$47,250
Estimate: $40,000 - $60,000
Auction: November 17, 2021 11:00:00 AM EDT
Signed bottom right, oil on canvas.
Executed c. 1910.
Provenance
Galerie Apesteguy, Paris.
Private Collection, Atlanta, Georgia.
"Impressionist and Modern Art, Part II," Sotheby's, New York, May 14, 1997, Lot 179.
Property from a Private Philadelphia Collection.
Note
We wish to thank Le Comité Guillaumin (Dominique Fabiani, Stéphanie Chardeau-Botteri, Jacques de la Béraudière) for confirming the authenticity of the present lot. The painting will be included in the second Volume of the Catalogue Raisonné of the work of Armand Guillaumin, and accompanied by a Certificate of Authenticity dated October 20, 2021.
La Roche de l’Echo was painted in Crozant, located in the Creuse region, central France, and was a subject that Armand Guillaumin revisited in his oils on numerous occasions. As in the present work, most of the Crozant paintings feature La Roche in the center left of the composition, accentuated by a bright, rich color palette – a harbinger of Fauvism. Guillaumin was, in fact, the leader of the so-called École de Crozant, a group of artists who depicted landscapes in the Creuse region. Importantly, he was also a founding member of the Impressionist movement – along with being its longest surviving member – and is credited with organizing the inaugural 1874 Impressionist exhibition. From the 1870s through the 1880s, he went on to exhibit his work in six Impressionist exhibitions, as well as at the Salon des Refusés. Guillaumin was also a close friend of Paul Cézanne and Vincent van Gogh, with whom he had in common paintings featuring bold coloration combined with painterly brushwork, as in the present lot.
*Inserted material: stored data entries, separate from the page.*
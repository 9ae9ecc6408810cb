import { ForbiddenError, subject } from "@casl/ability";
import { jobDraftInput } from "@coldtrail/core";
import { checkJobDraftForActor, DomainError, getApplianceRef } from "@coldtrail/db";
import { route } from "@/lib/api/route";

/**
 * Instant feedback: runs the rules on a job still being typed and answers what would become a
 * finding if it were saved as it is. Writes nothing. Only for appliances the person may log jobs on.
 */
export const POST = route({ can: ["create", "Job"], body: jobDraftInput }, async ({ actor, ability, db, body }) => {
  if (body.applianceId !== undefined) {
    const appliance = await getApplianceRef(db, { organisationId: actor.organisationId, id: body.applianceId });
    if (!appliance) throw new DomainError("invalid", "That appliance is not in your organisation's register", "applianceId");
    ForbiddenError.from(ability).throwUnlessCan(
      "create",
      subject("Job", { organisationId: actor.organisationId, branchId: appliance.branchId, technicianId: actor.userId }),
    );
  }
  const result = await checkJobDraftForActor(db, { actor: { userId: actor.userId, organisationId: actor.organisationId }, draft: body });
  return {
    warnings: result.warnings,
    evacuationRequired: result.evacuationRequired,
    cylinderAfter: result.cylinderAfter,
    leakRate: result.leakRate,
  };
});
Guillaumin was not the only Impressionist painter to paint in the Creuse region. Monet in fact executed several canvases in Fresselines, where he developed the first of his “series” experimentations. While Monet's canvases are more austere and show a wild, often stormy aspect of the region, Guillaumin's rendition of the Creuse is always more picturesque, joyful and pastoral. He often painted the same locale, but always introducing a different element within his compositions, unlike his counterpart Monet. In the present painting, for example, the view is a bit broader than in other canvases, with a full-on depiction of La Roche (The Rock) at center left. What remained consistent through his landscapes in Crozant was a lack of any human life and presence, as if the landscape was enough, contrary to his cityscapes.
Both Monet and Guillaumin were equally fascinated by the region though, as it represented to them the purest form of Nature, an area where modernity, progress and industrialization had not yet invaded (similar to Gauguin's affinity for Brittany and Tahiti). It attracted Guillaumin so much that he decided to establish himself permanently in the region after first exploring it in 1893, and eventually found himself at the head of a colony of artists, once again similar to Gauguin in Pont-Aven. He loved the area because of the dramatic, isolated views and the contrasting colors the landscape offered, as exemplified here by the fauve-like colors (orange was Guillaumin's favorite color, which he would never mix with others). He employs a bold and modern color palette to show how an old, deserted and picturesque landscape can in fact be the main source of inspiration, the main revelation for “a new way of painting.”